Hey folks, I ordered the entry level Framework Desktop with Ryzen AI 385 and 32 GB RAM as a mini gaming pc in our living room. Usually I’d said that 12 to 16 GB VRAM and 16 to 20 GB System RAM would fit well for mid level gaming in Full-HD. Now I ask myself if it is actually possible to assign that much “dedicated” VRAM to the iGPU? Or are there restrictions?

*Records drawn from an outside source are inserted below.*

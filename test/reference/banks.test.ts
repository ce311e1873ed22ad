import { describe, expect, it } from 'vitest';
import { referenceBanks } from './banks.js';
import { chargeDifference, compareEvents } from './contract.js';
import { optionBanks } from './option-banks.js';
import { simulateSlowBank, TRUSTED_STEPS } from './slow-bank.js';
import type { EventKind } from './slow-event.js';

/** Twice as coarse where it matters: what halving leaves to gain. */
const COARSER = { stepS: 60, fineStepS: 10 };

const runs = new Map(referenceBanks().map((bank) => [bank.name, simulateSlowBank(bank, TRUSTED_STEPS)]));
const optionRuns = new Map(optionBanks().map((bank) => [bank.name, simulateSlowBank(bank, TRUSTED_STEPS)]));
const kindsOf = (name: string): Set<EventKind> => new Set(runs.get(name)?.events.map((event) => event.kind));

describe('the reference banks', () => {
  it('have names of their own and modules of their own', () => {
    const banks = referenceBanks();
    expect(runs.size).toBe(banks.length);
    for (const bank of banks) {
      const ids = bank.modules.flat().map((module) => module.id);
      expect(new Set(ids).size).toBe(ids.length);
      expect(bank.candidate.strings.flat()).toEqual(ids);
    }
  });

  it('show every kind of event between them', () => {
    const seen = new Set([...runs.values()].flatMap((run) => run.events.map((event) => event.kind)));
    const all: EventKind[] = [
      'charge-ended',
      'charge-restart',
      'load-back',
      'load-disconnect',
      'load-lost',
      'load-reconnect',
      'over-current-charge-trip',
      'over-current-discharge-trip',
      'over-current-lock',
      'over-current-retry',
      'over-voltage-release',
      'over-voltage-trip',
      'under-voltage-release',
      'under-voltage-trip',
    ];
    expect([...seen].sort()).toEqual(all);
  });

  it('do what they are there for', () => {
    expect(kindsOf('1s2p-cascade')).toContain('over-current-lock');
    expect(kindsOf('2s2p-disconnect')).toContain('load-reconnect');
    expect(kindsOf('2s2p-deep')).toContain('under-voltage-release');
    expect(kindsOf('1s2p-overload')).toEqual(new Set(['load-lost', 'load-back']));
  });

  it('account for the whole energy asked for', () => {
    for (const bank of referenceBanks()) {
      const segments = bank.cycles.flat();
      // Without constant currents and early ends the demand is known beforehand.
      if (segments.some((segment) => segment.loadA > 0)) continue;
      const askedWh = segments.reduce((sum, { loadW, durationS }) => sum + (loadW * durationS) / 3600, 0);
      const run = runs.get(bank.name);
      expect((run?.servedWh ?? 0) + (run?.lostWh ?? 0)).toBeCloseTo(askedWh * bank.loadFactor, 4);
    }
  });

  it.each(referenceBanks().map((bank) => [bank.name, bank] as const))(
    'are followed to the same end by coarser steps: %s',
    (name, bank) => {
      const trusted = runs.get(name);
      const coarse = simulateSlowBank(bank, COARSER);
      if (trusted === undefined) throw new Error(`${name} has not been run`);
      const charge = chargeDifference(coarse.cycleEndCharge, trusted.cycleEndCharge);
      expect(Math.max(...charge)).toBeLessThan(1e-6);
      const events = compareEvents(coarse.events, trusted.events, trusted.segmentStartS);
      expect(events.faults).toEqual([]);
    },
  );
});

describe('the banks with options', () => {
  const happens = (name: string): readonly EventKind[] => optionRuns.get(name)?.events.map(({ kind }) => kind) ?? [];
  const count = (name: string, kind: EventKind): number => happens(name).filter((each) => each === kind).length;

  it('have names and modules of their own', () => {
    expect(optionRuns.size).toBe(optionBanks().length);
    for (const { modules, candidate } of optionBanks()) {
      expect(new Set(candidate.strings.flat()).size).toBe(modules.flat().length);
    }
  });

  it('do what they are there for', () => {
    // Every BMS is refused and allowed twice; commissioned, both cycles begin alike and end locked.
    expect([count('winter', 'cold-charge-refusal'), count('winter', 'cold-charge-release')]).toEqual([8, 8]);
    expect(count('visited', 'over-current-lock')).toBe(8);
    expect(count('peaks', 'load-disconnect')).toBe(3);
    for (const name of ['equalised', 'rails-diagonal', 'custom']) expect(happens(name)).toContain('over-voltage-trip');
  });
});
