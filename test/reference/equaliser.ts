import type { EqualiserSettings } from '../../src/study/study.js';
import { eliminate } from './network.js';

/** One device between two neighbouring modules of a string, by their numbers in the bank. */
export interface Device {
  readonly lower: number;
  readonly upper: number;
}

export function devicesOf(strings: number, positions: number): Device[] {
  return Array.from({ length: strings * positions }, (_, lower) => ({ lower, upper: lower + 1 })).filter(
    ({ upper }) => upper % positions !== 0,
  );
}

/** Current taken from the module of higher voltage, A; negative where that is the lower module. */
export function deviceCurrentA({ currentA, startV, fullV }: EqualiserSettings, upperLessLowerV: number): number {
  const share = (Math.abs(upperLessLowerV) - startV) / (fullV - startV);
  return Math.sign(upperLessLowerV) * currentA * Math.min(1, Math.max(0, share));
}

/**
 * Current into each module from the devices at its posts, A.
 *
 * @param amps taken by each device; null where it rests
 */
export function intoModulesA(
  { efficiency, standbyA }: EqualiserSettings,
  devices: readonly Device[],
  amps: readonly (number | null)[],
  modules: number,
): number[] {
  const intoA = new Array<number>(modules).fill(0);
  devices.forEach(({ lower, upper }, k) => {
    const taken = amps[k];
    if (taken === null) return;
    const [giver, taker] = taken > 0 ? [upper, lower] : [lower, upper];
    intoA[giver] -= Math.abs(taken) + standbyA;
    intoA[taker] += efficiency * Math.abs(taken) - standbyA;
  });
  return intoA;
}

/** Mismatch that counts as none, A. */
const AGREED_A = 1e-10;
const PROBE_A = 1e-5;

/**
 * Currents that agree with the voltages that they lead to: Newton's method on a mismatch that is made of straight pieces,
 * its slopes by small changes of one current after the other, shortened until it gets better.
 *
 * @param mismatch current less the one that the voltages ask for, A
 * @throws Error if no agreement is found
 */
export function agreeingCurrents(start: readonly number[], mismatch: (amps: readonly number[]) => number[]): number[] {
  let amps = [...start];
  let off = mismatch(amps);
  for (let round = 0; round < 60; round++) {
    if (largest(off) < AGREED_A) return amps;
    const columns = amps.map((_, k) => {
      const probed = mismatch(amps.map((each, j) => (j === k ? each + PROBE_A : each)));
      return probed.map((value, j) => (value - off[j]) / PROBE_A);
    });
    const rows = off.map((value, j) => [...columns.map((column) => column[j]), value]);
    eliminate(rows);
    const step = rows.map((row) => row[row.length - 1]);
    let share = 1;
    for (;;) {
      const next = amps.map((each, k) => each - share * step[k]);
      const nextOff = mismatch(next);
      if (largest(nextOff) < largest(off) || share < 1e-3) {
        amps = next;
        off = nextOff;
        break;
      }
      share /= 2;
    }
  }
  throw new Error(`the currents of equalisers do not agree: ${off.join(', ')} A`);
}

const largest = (values: readonly number[]): number => Math.max(0, ...values.map(Math.abs));
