import type { BmsSettings, ModuleParameters } from '../../src/study/study.js';

/** What may be said of a module instead of the values of a plain one; lists are over cells. */
export interface ModuleSketch {
  readonly capacityAh?: readonly number[];
  readonly resistanceOhm?: readonly number[];
  readonly arrivalCharge?: readonly number[];
  readonly leakageA?: readonly number[];
  readonly efficiency?: number;
  readonly rest?: Partial<ModuleParameters>;
  readonly bms?: Partial<BmsSettings>;
}

/** The BMS of a plain module: every rule on. */
export const PLAIN_BMS: BmsSettings = {
  overVoltageDelayS: 2,
  overVoltageReleaseHoldS: 2,
  underVoltageDelayS: 2,
  underVoltageReleaseHoldS: 60,
  underVoltageReleaseOnCharge: false,
  overCurrent: {
    delayS: 10,
    opens: 'path',
    retryS: 60,
    lockAfterTrips: 5,
    lockWindowS: 3600,
    lock: 'opposite-current',
  },
  forwardDropV: 0.7,
  recloseA: 1,
  recloseDelayS: 0.1,
  bleed: { rule: 'above-lowest', when: 'always', stopBelowStartV: 0.02, deltaV: 0.01 },
  asleepA: 0.0001,
  asleepAfterS: 86_400,
};

/** A 100 Ah module with the package's default cells (four unless a list says otherwise), half full. Invented data. */
export function plainModule(id: string, sketch: ModuleSketch = {}): ModuleParameters {
  const listed = sketch.capacityAh ?? sketch.arrivalCharge ?? sketch.resistanceOhm ?? sketch.leakageA;
  const all = (value: number): number[] => new Array<number>(listed?.length ?? 4).fill(value);
  const resistanceOhm = sketch.resistanceOhm ?? all(0.0008);
  return {
    id,
    stock: 'reference',
    ratedAh: 100,
    ocv: 0,
    hysteresisV: 0.0075,
    hysteresisRate: 60,
    capacityAh: sketch.capacityAh ?? all(100),
    resistanceOhm,
    polarisation: [
      { timeConstantS: 60, resistanceOhm: resistanceOhm.map((ohm) => ohm / 2) },
      { timeConstantS: 1800, resistanceOhm: resistanceOhm.map((ohm) => 0.75 * ohm) },
    ],
    leakageA: sketch.leakageA ?? all(0.0004),
    efficiency: all(sketch.efficiency ?? 0.9998),
    arrivalCharge: sketch.arrivalCharge ?? all(0.5),
    pathResistanceOhm: 0.0028,
    standbyA: 0.005,
    overVoltageV: 3.65,
    overVoltageReleaseV: 3.45,
    underVoltageV: 2.5,
    underVoltageReleaseV: 2.9,
    overCurrentChargeA: 100,
    overCurrentDischargeA: 100,
    bleedA: 0.05,
    bleedStartV: 3.45,
    ...sketch.rest,
    bms: { ...PLAIN_BMS, ...sketch.bms },
  };
}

The Strix Halo APU makes use of a unified RAM model much like the Mac M* series of APUs
The amount of ram that can be allocated to the iGPU is variable and can be controlled from as low as 1 GB (Citation needed, but i’m pretty sure this is the low end of the allocation) up to the maximum available to the system. in practice I understand that you can assign up to “System memory minus 8Gig” to the GPU when running windows, and rather more under Linux when not using a desktop environment. (Citation needed. this is just my understanding from the video reviews and articles of the framework desktop and other Strix Halo devices)
So a 16/16GB split as you suggest should be more than achievable.
The BIOS has reserved ( including VRAM which is 2GB ) about 4.36GB~ so that leaves me with about 123.64~ and I’ve allocated 122GB.
My guess is ( on Linux, I’m not sure about Windows as I don’t use that ) is all of it, this is assuming Strix Halo is using similar/same concept of memory architecture as Phoenix
Using Gentoo ( Linux 6.16.0 ) with KDE Plasma 6.3.6 Wayland
Thanks for pointing to the site. I haven’t been aware of it. So, up to 24 GB VRAM can be assigned to the iGPU on the basic machine with its 32 GB RAM using Windows. That sounds nice.
I don’t believe this is properly documented anywhere, but on Linux, in the past for AMD APUs, amdgpu.gttsize has been the way to assign GTT, but that is now deprecated. The appropriate way to assign things now is via TTM.
In BIOS GART (base VRAM) can be set to 512MB or anything low, and you can use something like /etc/modprobe.d/amdgpu_llm_optimized.conf to load options. Here’s setting the max GTT pool to 120GB (w/ 60GB preallocated):
# Maximize GTT for LLM usage on 128GB UMA system
options amdgpu gttsize=120000
options ttm pages_limit=31457280
options ttm page_pool_size=15728640
Note, the ttm options are specified as 4KiB pages if you want to do your own math.
Also, while it’s not massive, I’ve found a 5-10% MBW performance boost when setting amd_iommu=off (tested with memtest_vulkan and ROCm Bandwidth Test).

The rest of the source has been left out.